Impacts of trace ofloxacin on autotrophic denitrification process driven by pyrite/sulfur: Performance, microbial community evolution and metagenomic analysis.

In this work, ofloxacin (OFL), a kind of frequently detected antibiotic in groundwater, was selected to explore its impact (at ng/L-µg/L-level) on denitrification performance in an autotrophic denitrification system driven by pyrite/sulfur (FeS/S). Results showed that OFL restrained nitrate removal efficiency, and the inhibition degree was positively related to the concentration of OFL. After being exposed to increased OFL (200 ng/L-100 µg/L) for 69 days, higher inhibition of electron transport activity (ETSA), enzyme activities of nitrate reductase (NAR), and nitrite reductase (NIR) were acquired.

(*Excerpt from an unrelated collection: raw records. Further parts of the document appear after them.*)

def build_parser() -> argparse.ArgumentParser:
    from .farm import add_where_options

    parser = _Parser(
        prog="python -m engine",
        description="Splashdraft engine: bake liquid splash shots to per-frame PLY point caches, "
        "inspect caches, estimate bakes and run the validation cases.",
        epilog=_exit_code_epilog(),
        formatter_class=argparse.RawDescriptionHelpFormatter,
    )
    commands = parser.add_subparsers(dest="command", metavar="COMMAND", parser_class=_Parser)
    commands.required = True

    bake = _add_command(
        commands, "bake", "Bake a scene into a cache folder.",
        "Bake a scene file into a cache folder, one PLY file per frame. Ctrl-C or SIGTERM stops "
        "after the frame being computed; --resume continues from the last finished frame.",
    )  # fmt: skip
    bake.add_argument("scene", help="The scene file (splashdraft-scene JSON).")
    _add_solver(bake, "The reference DFSPH solver or the learned preview.")
    bake.add_argument("--out", required=True, help="The cache folder to write; it is created if missing.")
    bake.add_argument("--frames", metavar="A:B",
                      help="Bake frames A to B only (inclusive). A must be the scene's first frame, or the "
                      "cache must already hold frame A - 1. Default: the whole shot.")  # fmt: skip
    bake.add_argument("--resume", action="store_true",
                      help="Continue an interrupted bake from its checkpoint. Default: start from the first frame.")
    bake.add_argument("--overwrite", action="store_true",
                      help="Allow replacing a cache of another scene or solver in --out. Default: refuse.")
    _add_model(bake)
    _add_progress(bake)
    _add_budget(bake)

    info = _add_command(
        commands, "info", "Describe a cache folder.",
        "Describe a cache folder: frames, particles per frame, disk use, solver and its settings.",
    )  # fmt: skip
    info.add_argument("cache", help="The cache folder.")
    info.add_argument("--json", action="store_true", help="Print the description as JSON on stdout.")
    info.add_argument("--verify", action="store_true",
                      help="Also read every frame and check its checksum. Default: read the manifest only.")

    estimate = _add_command(
        commands, "estimate", "Estimate particles, memory, disk and time of a bake.",
        "Estimate a bake before running it: particle count, memory, disk per frame and for the "
        "shot, and a rough time. Exits with status 3 when the scene exceeds its particle budget.",
    )  # fmt: skip
    estimate.add_argument("scene", help="The scene file.")
    _add_solver(estimate, "The solver the estimate is for.")
    estimate.add_argument("--json", action="store_true", help="Print the estimate as JSON on stdout.")
    estimate.add_argument("--calibrate", action="store_true",
                          help="First measure how fast this computer bakes with the solver (two short bakes "
                          "of a small built-in shot, under ten seconds on 2 cores) and keep the figures for later estimates "
                          "(see engine/calibration.py). Without it the last measurement is used, or a rough "
                          "figure if this computer was never measured.")
    _add_model(estimate)
    _add_budget(estimate)

    validate = _add_command(
        commands, "validate", "Run a validation case against published values.",
        "Run a validation case and print simulated against published values and the error. "
        "Exits with status 7 when a value falls outside its tolerance. CASE 'all' runs every case.",
    )  # fmt: skip
    validate.add_argument("case", help="The case name (see the list printed for an unknown name), or 'all'.")
    validate.add_argument("--json", action="store_true", help="Print the results as JSON on stdout.")
    _add_progress(validate)

    demo = _add_command(
        commands, "demo", "Write the built-in demo shot and bake it.",
        "Write the built-in demo shot (a block of water let go in an open-topped trough with a "
        "rough boulder) into OUT/scene and bake it into OUT/<solver>.",
    )  # fmt: skip
    _add_solver(demo, "The solver to bake with.")
    demo.add_argument("--out", default="out/demo", help="The output folder. Default: out/demo.")
    demo.add_argument("--frames", metavar="A:B", help="Bake frames A to B only. Default: the whole shot.")
    demo.add_argument("--preset", choices=("full", "small"), default="full",
                      help="full: spacing 0.02 m, about 24k particles, 60 frames; small: spacing 0.05 m, "
                      "about 1.2k particles, 12 frames. Default: full.")  # fmt: skip
    demo.add_argument("--spacing", type=float, metavar="S",
                      help="Particle spacing in metres, overriding the preset's.")
    _add_model(demo)
    _add_progress(demo)
    _add_budget(demo)

    wedge = _add_command(
        commands, "wedge", "Bake one scene once per combination of setting values.",
        "Bake a scene once per combination of --vary values, each variant into its own cache "
        "folder under --out, on a local Dask cluster (default), an existing Dask scheduler, or serially "
        "here (--workers 0). Re-running the same command resumes: complete variants are skipped, partial "
        "ones continue from their last frame. Ends with a table of the variants and a contact sheet "
        "(OUT/contact_sheet.png) of one frame per variant.",
    )  # fmt: skip
    wedge.add_argument("scene", help="The base scene file.")
    wedge.add_argument("--vary", action="append", required=True, metavar="KEY=V1,V2,...",
                       help="A scene field by its dotted path and the values to try, e.g. fluid.viscosity=0.01,0.05 "
                       "or emitters.spout.speed=1,2 (emitters and colliders by name). Repeat for more fields; "
                       "the wedge is every combination.")  # fmt: skip
    _add_solver(wedge, "The solver every variant is baked with.")
    _add_model(wedge)
    wedge.add_argument("--frames", metavar="A:B", help="Bake frames A to B of each variant. Default: the whole shot.")
    wedge.add_argument("--out", required=True, help="The wedge folder (one cache folder per variant inside).")
    add_where_options(
        wedge,
        "Worker processes of the local Dask cluster; 0 bakes the variants one after another "
        "in this process. Default: one per CPU core (at most one per variant).",
        "Send the variants to the Dask scheduler at ADDRESS (e.g. tcp://farm:8786); --out, "
        "the scene and its meshes must be on storage every worker sees at the same path.")
    wedge.add_argument("--sheet-frame", type=int, metavar="F",
                       help="The frame shown for each variant in the contact sheet. Default: the last frame.")
    wedge.add_argument("--json", action="store_true", help="Print the summary table as JSON on stdout.")
    _add_progress(wedge)

    tune = _add_command(
        commands, "tune", "Fine-tune the learned preview on reference bakes (needs PyTorch).",
        "Continue training the learned preview's model on reference (--solver sph) bakes you "
        "already have, holding back the last frames of each, and write a new model folder: the model, its "
        "contract, and a card with the mean Chamfer distance and energy ratio on the held-back frames "
        "before and after. Re-running the same command resumes from its checkpoint. Use the result with "
        "'bake --solver learned --model MODEL_DIR'. Needs PyTorch (pip install -r requirements-train.txt).",
    )  # fmt: skip
    tune.add_argument("--bakes", nargs="+", required=True, metavar="DIR",
                      help="Reference bake folders (cache folders baked with --solver sph, at a frame rate where "
                      "one frame is at most the model's learned step).")  # fmt: skip
    tune.add_argument("--base", metavar="MODEL", help="The model to start from. Default: the shipped model.")
    tune.add_argument("--out", required=True, metavar="MODEL_DIR",
                      help="The new model's folder; its name names the model.")
    tune.add_argument("--minutes", type=float, metavar="M", help="Stop training after M minutes. Default: no limit.")
    tune.add_argument("--iterations", type=int, metavar="N", help="Training iterations in all. Default: 300.")
    tune.add_argument("--hold-back", type=float, metavar="SHARE",
                      help="Share of each bake's last frames held back for the before/after figures. Default: 0.25.")
    tune.add_argument("--checkpoint-every", type=int, metavar="N", help="Iterations between checkpoints. Default: 50.")
    tune.add_argument("--lr", type=float, metavar="RATE",
                      help="Adam learning rate. Default: 3e-4 (3e-5 with --unroll 0).")
    tune.add_argument("--unroll", type=int, metavar="M",
                      help="Train each step from a state the model itself reached, rolled up to M frames from a "
                      "reference frame (pushforward); 0 trains one step from the reference's own state. Default: 8.")
    tune.add_argument("--reach", type=int, metavar="K",
                      help="Score K frames of the preview's own steps on positions, with the gradient through "
                      "all of them (training/reach.py); best in short runs (a few hundred iterations), worse than 0 over 30 "
                      "minutes (README). 0 trains each step on its own (pushforward). Default: 0.")
    tune.add_argument("--score", choices=("distance", "chamfer"),
                      help="With --reach: score the rolled frames by each particle's squared distance from itself "
                      "in the reference (distance) or by the Chamfer distance of the two point sets (chamfer). "
                      "Default: chamfer.")
    tune.add_argument("--json", action="store_true", help="Print the tune record as JSON on stdout.")

    # The compare command is handled by engine.compare.main_compare (see main); listed here for --help.
    commands.add_parser(
        "compare", help="Compare one bake against another (see 'compare --help').", add_help=False,
    )
    return parser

Meanwhile, the extracellular protein (PN) content of sludge samples was remarkably stimulated by OFL to resist the augmented toxicity. OFL contributed to increased microbial diversity and sulfur/sulfide oxidation functional genes in ng/L-level bioreactors, whereas led to a decline in µg/L level experiments. With OFL at concentrations of 200 ng/L and 100 µg/L, the whole expression of 10 key denitrification functional genes was depressed, and the higher the OFL concentration, the lower the expression level. However, no significant proliferation of antibiotic resistance genes (ARGs) either in 200 ng/L-OFL or 100 µg/L-OFL groups was observed. Two-factor correlation analysis results indicated that Thiobacillus, Anaerolineae, Anaerolineales, and Nitrospirae might be the main hosts of existing ARGs in this system.